Suicide is the fourth leading cause of death among 15 to 19 year olds, with 46,000 people between the ages of 10 and 19 committing suicide every year.

‘Parents of the future’

Child marriage is a widespread scourge, M’jid warns, with as many as 640 million victims of the practice. According to a separate UNICEF report, as many as 370 million women and girls have been victims of rape or other sexual violence during childhood.

“Children can become victims of child exploitation, online or offline. They can be victims of child labor, of slavery, of many things… including children in armed conflict,” M’jid said. She warned that as fighting and lawlessness become entrenched in several societies worldwide, such as Sudan and Haiti, “violence becomes normal.”

“If your children experience violence since early childhood and only see that… how do you deal with this?”

Violence against children has a ripple effect: it harms their mental health, harms their education and hinders their productivity later in life, the report says. “Even if you look at it from the perspective of costs, in some countries it amounts to 11 percent of national GDP,” M’jid warned.

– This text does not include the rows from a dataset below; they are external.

_P0 = 3  # plates before the added ones in the base workbook
CASES += [
    Case("id used twice", "sections", cell("Rods", 1, "section"),
         "section id BC is already used at Eyebars!B5; section ids must be unique"),
    Case("hole not smaller than head", "sections", cell("Eyebars", 2, "hole_diameter"),
         "the pin hole of section EB-X (3.6 in) is not smaller than the head (3.6 in)"),
    Case("head narrower than bar", "sections", cell("Eyebars", 3, "head_diameter"),
         "the head of section EB-Y (4.5 in) must be wider than the bar (5 in)"),
    Case("bar thicker than wide", "sections", cell("Eyebars", 4, "thickness"),
         "are width and thickness swapped?", "warning"),
    Case("head thinner than bar", "sections", cell("Eyebars", 5, "head_thickness"),
         "the head of section EB-W is thinner than the bar", "warning"),
    Case("head beyond hole too far", "sections", cell("Eyebars", 6, "head_beyond_hole"),
         "extends 6 in beyond the hole, more than the head diameter less the hole (4.5 in)"),
    Case("threaded without root", "sections", cell("Rods", 2, "root_diameter"),
         "section R-T has threaded ends: give the thread root diameter"),
    Case("root not less than rod", "sections", cell("Rods", 3, "root_diameter"),
         "the thread root diameter of section R-U (1.2 in) must be less than the rod (1 in)"),
    Case("root on upset rod", "sections", cell("Rods", 4, "root_diameter"),
         "section R-V has upset ends; the thread root diameter is not used", "warning"),
    Case("built-up without parts", "sections", cell("BuiltUp", 2, "section"),
         "built-up section BU-X has no plates, channels or angles listed"),
    Case("lacing without spacing", "sections", cell("BuiltUp", 3, "spacing"),
         "section BU-Y is laced: give the spacing a between lacing points"),
    Case("snug-tight assumed", "sections", cell("BuiltUp", 3, "snug_tight"),
         "assumed: lacing and batten connectors of built-up members taken as snug-tight",
         "warning"),
    Case("solid with spacing", "sections", cell("BuiltUp", 4, "spacing"),
         "section BU-Z is solid; the connector spacing is not used", "warning"),
    Case("spacing without connectors", "sections", cell("BuiltUp", 5, "connectors"),
         "section BU-W gives a connector spacing but no connector type"),
    Case("holes without diameter", "sections", cell("BuiltUp", 6, "hole_diameter"),
         "section BU-V deducts 2 holes: give the rivet hole diameter"),
    Case("diameter without holes", "sections", cell("BuiltUp", 7, "holes"),
         "section BU-U gives a rivet hole diameter: give the number of holes"),
    Case("holes remove the section", "sections", cell("BuiltUp", 8, "section"),
         "built-up member BU-S cannot be used: member using section BU-S: the rivet holes"),
    Case("part on an eyebar section", "sections", cell("Plates", _P0 + 6, "section"),
         "part p: section BC is an eyebar set, not a built-up member"),
    Case("part on unknown section", "sections", cell("Plates", _P0 + 7, "section"),
         "part q: section NOPE is not on the BuiltUp sheet"),
    Case("part name twice", "sections", cell("Plates", _P0 + 8, "part"),
         "part web L of section TC is already listed at Plates!C5"),
    Case("plate thicker than wide", "sections", cell("Plates", _P0 + 9, "thickness"),
         "plate P9 of section TC is thicker than wide", "warning"),
    Case("channel flanges too thick", "sections", cell("Channels", 2, "flange_thickness"),
         "the flanges of channel C-X of section EP are thicker than half its depth (2 in)"),
    Case("channel web too thick", "sections", cell("Channels", 3, "web_thickness"),
         "the web of channel C-Y of section EP is thicker than its flange is wide (1 in)"),
    Case("angle too thick", "sections", cell("Angles", 4, "thickness"),
         "angle A9 of section TC is thicker than its shorter leg"),
    Case("net above gross", "sections", cell("Rolled", 1, "net_area"),
         "the net area of section R2 (6 in2) exceeds its gross area (5 in2)"),
    Case("section unused", "sections", cell("Rolled", 2, "section"),
         "rolled shape R3 is not used by any member", "warning"),
]
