// Stage: the reduction to zero amplitude. Amplitudes need ω0 = 2π/T0 and T0 needs the amplitudes: a fixed point.
import type { Rig } from '../../../protocol/rig.ts';
import { periodRatio } from '../elliptic.ts';
import { clipMask, maskedMean, reducePeriods } from '../period-law.ts';
import type { SequencedPasses } from '../passes.ts';
import { everyKth, median } from '../stats.ts';
import { blockHalfAngle } from '../transit-amplitude.ts';
import { fillPeriodAmplitudes, transitSolver } from './amplitudes.ts';
import type { Periods } from './periods.ts';

/** The periods reduced to zero amplitude, and the amplitudes they were reduced with. */
export interface Reduction {
  /** Mean of the kept reduced periods (s); null without a period. Without a rig: the mean of the raw periods. */
  readonly T0mean: number | null;
  /** Amplitude of every pass (rad; NaN when unknown: no rig, not valid, or no solution). */
  readonly amp: Float64Array;
  /** Amplitude of every usable period (rad), parallel to `Periods.P`. */
  readonly pAmp: Float64Array;
  /** The periods reduced to zero amplitude (the raw periods without a rig), and which of them are kept. */
  readonly P0: Float64Array;
  readonly keep: Uint8Array;
  /** Periods left out as gross outliers. */
  readonly clipped: number;
  /** The block half-angle φb = asin(w/2L) (NaN without a rig). */
  readonly phiB: number;
}

/**
 * The fixed point converges by a factor of about −θ0²/24 per round (−0.15 at 60°). It is iterated to convergence
 * on a subsample of ≤ ~2000 periods first (the outlier mask from the second round on: the first T0 guess is the raw
 * median period); returns that T0.
 */
function subsampleFixedPoint(p: SequencedPasses, per: Periods, solve: (t0: number) => (c: number) => number, amp: Float64Array, pAmp: Float64Array, t0: number): number {
  const stride = Math.max(1, Math.floor(per.ends.length / 2000));
  let subKeep: Uint8Array | null = null;
  let T0 = t0;
  for (let iter = 0; iter < 60; iter++) {
    fillPeriodAmplitudes(per, p.index, solve(T0), amp, pAmp, stride);
    const sub: number[] = [];
    for (let k = 0; k < per.ends.length; k += stride) sub.push(per.P[k]! / periodRatio(pAmp[k]!));
    if (iter <= 1) subKeep = clipMask(sub).keep;
    const t1 = maskedMean(sub, subKeep!);
    if (!Number.isFinite(t1)) break;
    const moved = Math.abs(t1 - T0) / T0;
    T0 = t1;
    if (moved < 1e-12) break;
  }
  return T0;
}

/** The reduction stage: amplitudes of every pass (solved from transit + `delta`, the on/off delay difference), reduced periods and their mean. */
export function reduceToZeroAmplitude(p: SequencedPasses, per: Periods, rig: Rig | null, delta = 0): Reduction {
  const n = p.t.length;
  const amp = new Float64Array(n).fill(NaN);
  const pAmp = new Float64Array(per.ends.length).fill(NaN);
  const phiB = rig ? blockHalfAngle(rig.flag_width_m, rig.length_m) : NaN;
  if (per.P.length === 0) return { T0mean: null, amp, pAmp, P0: per.P, keep: new Uint8Array(0), clipped: 0, phiB };
  if (!rig) {
    const cm = clipMask(per.P);
    return { T0mean: maskedMean(per.P, cm.keep), amp, pAmp, P0: per.P, keep: cm.keep, clipped: cm.clipped, phiB };
  }
  const solve = (t0: number): ((c: number) => number) => transitSolver(p.transit, phiB, (2 * Math.PI) / t0, delta);
  let T0 = subsampleFixedPoint(p, per, solve, amp, pAmp, median(everyKth(per.P, 4000)));
  // Then every amplitude, repeated on all periods only while T0 still moves: a relative change ε of ω0 moves the
  // amplitudes by ~ε and T0 back by ~ε·θ²/8, so stop when that is < 1e-10.
  let P0 = per.P;
  let keep: Uint8Array = new Uint8Array(per.P.length).fill(1);
  let clipped = 0;
  for (let iter = 0; iter < 5; iter++) {
    fillPeriodAmplitudes(per, p.index, solve(T0), amp, pAmp);
    P0 = reducePeriods(per.P, pAmp);
    const cm = clipMask(P0);
    keep = cm.keep;
    clipped = cm.clipped;
    const t2 = maskedMean(P0, keep);
    if (!Number.isFinite(t2)) break;
    const moved = Math.abs(t2 - T0) / T0;
    T0 = t2;
    let maxA = 0;
    for (let k = 0; k < pAmp.length; k++) if (pAmp[k]! > maxA) maxA = pAmp[k]!;
    if ((moved * maxA * maxA) / 8 < 1e-10) break;
  }
  return { T0mean: T0, amp, pAmp, P0, keep, clipped, phiB };
}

The solution lies in a coordinated approach to public spending, involving business and civil society, and involving children themselves, she said. But tight budgets and the rise of conservative policies on sexual health and reproductive rights threaten to hamper efforts to combat violence against children, M’jid warned.

“The issue of the far-right wing and conservatism in many countries will also hinder some forms of action on sexual reproductive health (and) gender issues,” M’jid said. “We are facing a very difficult moment,” she added. “These children will be the parents of the future generation.”